Scatter-gather based approach in scaling complex event processing systems for stateful operators

Abstract

With the introduction of Internet of Things (IoT), scalable Complex Event Processing (CEP) and stream processing on memory, CPU, and bandwidth constraint infrastructure have become essential. While several related work focuses on replication of CEP engines to enhance scalability, they do not provide expected performance while scaling stateful queries for event streams that do not have predefined partitions. Most of the CEP systems provide scalability for stateless queries or for the stateful queries where the event streams can be partitioned based on one or more event attributes. These systems can only scale up to the pre-defined number of partitions, limiting the number of events they can process.

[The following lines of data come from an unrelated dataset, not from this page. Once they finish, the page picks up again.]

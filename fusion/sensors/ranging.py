"""Range returns: a few beams at fixed bearings, scored with a likelihood field.

For a beam of measured range z from the pose (x, y, θ) at bearing φ, the end point
is (x + z cos(θ + φ), y + z sin(θ + φ)); d is the distance from that end point to
the nearest obstacle (the site's distance field).  The beam's density is a mixture
of four kinds of return, after Thrun, Burgard & Fox (2005), §6.3–6.4, with R the
maximum range:

    p(z | x) = wall_share · N(d; 0, s) + early_share · k e^{−k z} / (1 − e^{−k R}) + stray_share / R

where s is ``wall_spread_m`` and k is ``early_decay_per_m``.  A *wall* return ends on
the mapped wall give or take s; an *early* return is cut short by something not on
the map (a person, a pallet), more likely near the sensor; a *stray* return can be
anywhere in range; a *no-echo* return reads the maximum range (share
``no_echo_share``).  The four shares sum to one.  In the book's notation the shares
are z_hit, z_short, z_rand and z_max, s is σ_hit and k is λ_short (kept here only to
match the maths).

A no-echo return (z ≥ R) carries no position information in a likelihood field (its
probability does not depend on the pose), so it is skipped.  Beams multiply
(independent given the pose).  The early and stray terms do not depend on the pose,
so they act as a floor that keeps a person walking through a beam from ruling out
the true pose.

End points are snapped to the grid per heading (an error of at most half a cell).
A pose cell stands for every pose inside it, so the wall spread used on the grid is
widened by the spread of those poses' end points: σ² = s² + res²/6 + z²·Δθ²/12
(uniform position error in a cell of side res, uniform heading error in a bin of
width Δθ).  Without it a 10° heading bin would make an 8 m return look wrong by up
to 0.7 m from the very cell that holds the true pose (common practice, no source).
"""

from __future__ import annotations

import math
from dataclasses import dataclass
from functools import cached_property

import numpy as np

from fusion import compiled
from fusion.errors import ObservationError
from fusion.grid import PoseGrid
from fusion.sensors.base import Evidence, contour_from_log
from fusion.sensors.limits import require_valid
from fusion.sensors.linearised import ScanPoint, SignedField
from fusion.site import SiteMap

__all__ = ["RangeParams", "RangeScan", "RangeSensor"]


@dataclass(frozen=True)
class RangeParams:
    bearings_deg: tuple[float, ...] = (0.0, 90.0, 180.0, 270.0)
    max_range_m: float = 8.0
    wall_spread_m: float = 0.2
    wall_share: float = 0.8
    early_share: float = 0.1
    no_echo_share: float = 0.05
    stray_share: float = 0.05
    early_decay_per_m: float = 0.5
    reliability: float = 0.95
    levels: int = 6


@dataclass(frozen=True)
class RangeScan:
    """Measured ranges in metres, one per beam, in the order of ``RangeParams.bearings_deg``."""

    ranges_m: tuple[float, ...]


class RangeSensor:
    """A range sensor on a site; ``encode(scan)`` gives the scan's evidence over the pose grid."""

    def __init__(self, name: str, site: SiteMap, grid: PoseGrid, params: RangeParams = RangeParams()):
        self.name, self.site, self.grid, self.params = name, site, grid, params
        p = params
        require_valid(p, name)
        # Distance field padded so that any end point within max range lands inside the array; past
        # the map's edge it is the distance to the nearest obstacle on the map.  Distances on a grid
        # take few distinct values, so the field is stored as indices into the sorted distinct
        # values and each beam's log-density is computed once per distinct value (a table).
        self._pad = int(math.ceil(p.max_range_m / grid.resolution_m)) + 1
        field = site.distance_beyond(self._pad)
        self._distances, index = np.unique(field, return_inverse=True)
        self._field_index = index.reshape(field.shape).astype(np.int32)

    def grid_sigma(self, z: float) -> float:
        """Hit noise of a beam of range ``z`` on this grid (see the module docstring)."""
        g = self.grid
        return math.sqrt(self.params.wall_spread_m**2 + g.resolution_m**2 / 6 + (z * g.heading_step) ** 2 / 12)

    def beam_density(self, z: float, d: np.ndarray, sigma: float | None = None) -> np.ndarray:
        """Mixture density of one beam of range ``z`` below the maximum range whose end point lies ``d`` from an obstacle.

        ``sigma`` is the wall spread (default: the sensor's own ``wall_spread_m``)."""
        p = self.params
        sigma = p.wall_spread_m if sigma is None else sigma
        hit = np.exp(-0.5 * (d / sigma) ** 2) / (math.sqrt(2 * math.pi) * sigma)
        short = (
            p.early_decay_per_m
            * math.exp(-p.early_decay_per_m * z)
            / (1 - math.exp(-p.early_decay_per_m * p.max_range_m))
        )
        return p.wall_share * hit + p.early_share * short + p.stray_share / p.max_range_m

    def _ranges(self, scan) -> np.ndarray:
        ranges = getattr(scan, "ranges_m", scan)
        try:
            z = np.asarray(ranges, dtype=np.float64).reshape(-1)
        except (TypeError, ValueError):
            raise ObservationError(f"sensor {self.name!r}: ranges must be numbers in metres, got {ranges!r}") from None
        if z.size != len(self.params.bearings_deg):
            raise ObservationError(
                f"sensor {self.name!r}: expected {len(self.params.bearings_deg)} ranges (one per beam), got {z.size}"
            )
        bad = np.isnan(z) | (z < 0)
        if bad.any():
            i = int(np.flatnonzero(bad)[0])
            raise ObservationError(
                f"sensor {self.name!r}: beam {i + 1} has range {float(z[i])!r}; ranges must be ≥ 0 m (use the "
                "maximum range, or inf, for no return)"
            )
        return z

    def log_likelihood(self, scan) -> np.ndarray:
        """log p(scan | x) for every cell, shape (headings, ny, nx), up to a constant."""
        z = self._ranges(scan)
        g, pad, res = self.grid, self._pad, self.grid.resolution_m
        out = np.zeros(g.shape)
        beams = [b for b in range(z.size) if z[b] < self.params.max_range_m]  # no return: no position information
        if not beams:
            return out
        bearings = np.radians(self.params.bearings_deg)
        tables = np.stack([np.log(self.beam_density(z[b], self._distances, self.grid_sigma(z[b]))) for b in beams])
        # Where each heading's window of the padded field starts, per beam (cells; halves round to even).
        angle = g.heading_centres()[None, :] + bearings[beams][:, None]
        sx = np.rint(z[beams][:, None] * np.cos(angle) / res).astype(np.int64)
        sy = np.rint(z[beams][:, None] * np.sin(angle) / res).astype(np.int64)
        loops = compiled.kernels()
        if loops is not None:
            loops.scan_log_likelihood(tables, self._field_index, sx, sy, pad, out)
            return out
        # When the padded field is smaller than the windows the headings read, the beam's log density is gathered
        # at every cell of it once and each heading reads a window of that (a view); otherwise (a long range on a
        # fine grid) each heading gathers its own window from the table.
        whole = gathers_whole_field(self._field_index.size, g.n_cells)
        for table, row_x, row_y in zip(tables, sx, sy):
            field = table[self._field_index] if whole else None
            for h in range(g.headings):
                window = (slice(pad + row_y[h], pad + row_y[h] + g.ny), slice(pad + row_x[h], pad + row_x[h] + g.nx))
                out[h] += field[window] if whole else table[self._field_index[window]]
        return out

    # Its short and random returns are floors of the density, not contradictions: a working ranger
    # whose beam a person blocks still allows the true pose, so its model declares no odd readings.
    odd_rate = 0.0

    def explain(self, scan, x: float, y: float, heading_deg: float, beams: int = 2) -> str:
        """The ``beams`` returns furthest from what the map gives at the pose (x, y, heading)."""
        z, p = self._ranges(scan), self.params
        rows = []
        for measured, bearing in zip(z, p.bearings_deg):
            expected = self.site.ray_range(x, y, math.radians(heading_deg + bearing), p.max_range_m)
            rows.append((abs(min(measured, p.max_range_m) - expected), bearing, measured, expected))
        rows.sort(key=lambda row: -row[0])

        def said(m: float) -> str:
            return "no return" if m >= p.max_range_m else f"{m:.2f} m"

        return "; ".join(
            f"beam at {bearing:+.0f}° measured {said(m)}, expected {said(e)}" for _, bearing, m, e in rows[:beams]
        )

    def encode(self, scan) -> Evidence:
        z = self._ranges(scan)
        returned = z < self.params.max_range_m  # max-range returns carry no position information
        point = None
        if returned.any() and self.signed_field.finite:
            point = ScanPoint(
                self.signed_field, z[returned], np.radians(self.params.bearings_deg)[returned], self.params
            )
        return Evidence(
            self.name,
            contour_from_log(self.log_likelihood(z)),
            self.params.reliability,
            self.params.levels,
            dof=int(np.sum(returned)),
            point=point,
        )

    @cached_property
    def signed_field(self) -> SignedField:
        """The site's signed distance field for the Gaussian filter's scan matching (built on first use)."""
        return SignedField(self.site, self._pad)


# ----------------------------------------------------------------------------- the kind
RENAMED_FIELDS = {
    old: f"it is now called '{new}'; rename it"
    for old, new in (
        ("sigma_hit_m", "wall_spread_m"),
        ("z_hit", "wall_share"),
        ("z_short", "early_share"),
        ("z_max", "no_echo_share"),
        ("z_rand", "stray_share"),
        ("lambda_short", "early_decay_per_m"),
    )
}
"""Older case files' names for the beam model's parameters, with their new names."""


def _record(scan: RangeScan) -> dict:
    return {"ranges_m": [round(float(z), 4) for z in scan.ranges_m]}


def _from_record(rec: dict, where: str) -> RangeScan:
    from fusion.io.json_line import finite_number, shown

    ranges = rec.get("ranges_m")
    if not isinstance(ranges, list) or not ranges:
        raise ObservationError(f"{where}: field 'ranges_m' must be a non-empty array of numbers")
    values = []
    for i, z in enumerate(ranges):
        # +inf is allowed: a beam with no return
        value = math.inf if isinstance(z, float) and z == math.inf else finite_number(z)
        if value is None or value < 0:
            raise ObservationError(f"{where}: ranges_m[{i}] must be a number ≥ 0, got {shown(z)}")
        values.append(value)
    return RangeScan(tuple(values))


def _from_fields(value, feed) -> RangeScan:
    """A scan from a recording's ranges (one cell with ``;`` between beams, or one column per beam), in the feed's
    length unit."""
    from fusion.sensors.field_values import values

    ranges = []
    for i, part in enumerate(values(value("ranges"), "ranges")):
        try:
            z = float(part) * feed.length_unit
        except (TypeError, ValueError):
            raise ObservationError(f"beam {i + 1} must be a range, got {part!r}") from None
        if math.isnan(z) or z < 0:
            raise ObservationError(f"beam {i + 1} has range {part!r}; ranges must be ≥ 0")
        ranges.append(z)
    return RangeScan(tuple(ranges))


def _simulate(case, spec, truth, rng) -> RangeScan:
    """A scan from the true pose: the map's ranges with Gaussian noise; people in the beams (fault)."""
    p = spec.params
    people = [f for f in spec.faults if f.kind == "people" and f.active(truth.t)]
    ranges = []
    for bearing in p.bearings_deg:
        z = case.site.ray_range(truth.x_m, truth.y_m, math.radians(truth.heading_deg + bearing), p.max_range_m)
        if z < p.max_range_m:
            z = max(0.0, z + rng.normal(0.0, p.wall_spread_m))
        for f in people:
            if rng.random() < float(f.options["rate"]):
                z = float(rng.uniform(0.3, max(0.31, min(z, p.max_range_m))))
        ranges.append(min(z, p.max_range_m))
    return RangeScan(tuple(ranges))


def _settle(params: RangeParams) -> RangeParams:
    """The mixture weights summed to exactly 1 (a calibration file rounds them to 6 digits)."""
    import dataclasses

    total = params.wall_share + params.early_share + params.no_echo_share + params.stray_share
    if abs(total - 1.0) > 1e-6:
        raise ValueError(f"wall_share + early_share + no_echo_share + stray_share must sum to 1, got {total:.6g}")
    return dataclasses.replace(
        params, **{k: getattr(params, k) / total for k in ("wall_share", "early_share", "no_echo_share", "stray_share")}
    )


def _cost(spec, site):
    """The padded distance field (values and indices; measured bytes per cell, no source), and one pass per beam."""
    from fusion.sensors.kinds import ModelCost

    res = site.resolution_m
    pad = 2 * (spec.params.max_range_m / res + 1)
    field_bytes = (site.width_m / res + pad) * (site.height_m / res + pad) * 20
    return ModelCost({"distance field": field_bytes}, beams=len(spec.params.bearings_deg))


def _register() -> None:
    from fusion.sensors.kinds import Calibrator, FaultKind, Option, SensorKind, lazy, register

    people = FaultKind(
        "people",
        "short returns from people walking through the beams (rate: chance per beam)",
        {"rate": Option("rate")},
    )
    register(
        SensorKind(
            "ranging",
            RangeParams,
            lambda spec, site, grid: RangeSensor(spec.name, site, grid, spec.params),
            _record,
            _from_record,
            _simulate,
            {"people": people},
            settle=_settle,
            removed_fields=RENAMED_FIELDS,
            fields=("ranges",),
            several=("ranges",),
            from_fields=_from_fields,
            cost=_cost,
            calibrator=Calibrator(
                ("wall_spread_m", "wall_share", "early_share", "no_echo_share", "stray_share", "early_decay_per_m"),
                lazy("fusion.calibration.data:collect_ranging"),
                lazy("fusion.calibration.models:fit_ranging"),
                lambda draws: draws["wall_share"] + draws["no_echo_share"],  # returns that follow the map
                shares=("wall_share", "early_share", "no_echo_share", "stray_share"),
            ),
        )
    )


_register()


def gathers_whole_field(field_cells: int, grid_cells: int) -> bool:
    """Is gathering a beam's density over the whole padded field (``field_cells``) less work than the windows every
    heading reads (``grid_cells`` together)?  (``RangeSensor.log_likelihood``.)"""
    return field_cells <= grid_cells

Meanwhile, some CEP systems do not support cloud-native and microservices features such as startup time in milliseconds. In this research, we address the scalability of CEP systems for stateful operators such as windows, joins, and pattern by scaling data processing nodes and connecting them as a directed acyclic graph. This enabled us to scale the processing and working memory using the scatter and gather based approach. We tested the proposed technique by implementing it using a set of Siddhi CEP engines running on Docker containers managed by Kubernetes container orchestration system. The tests were carried out for a fixed data rate, on uniform capacity nodes, to understand the processing capacity of the deployment. As we scale the nodes, for all cases, the proposed system was able to scale almost linearly while producing zero errors for patterns, 0.1% for windows, and 6.6% for joins, respectively. By reordering events the error rate of window and join queries was reduced to 0.03% and 1% while introducing 54ms and 260ms of delays, respectively.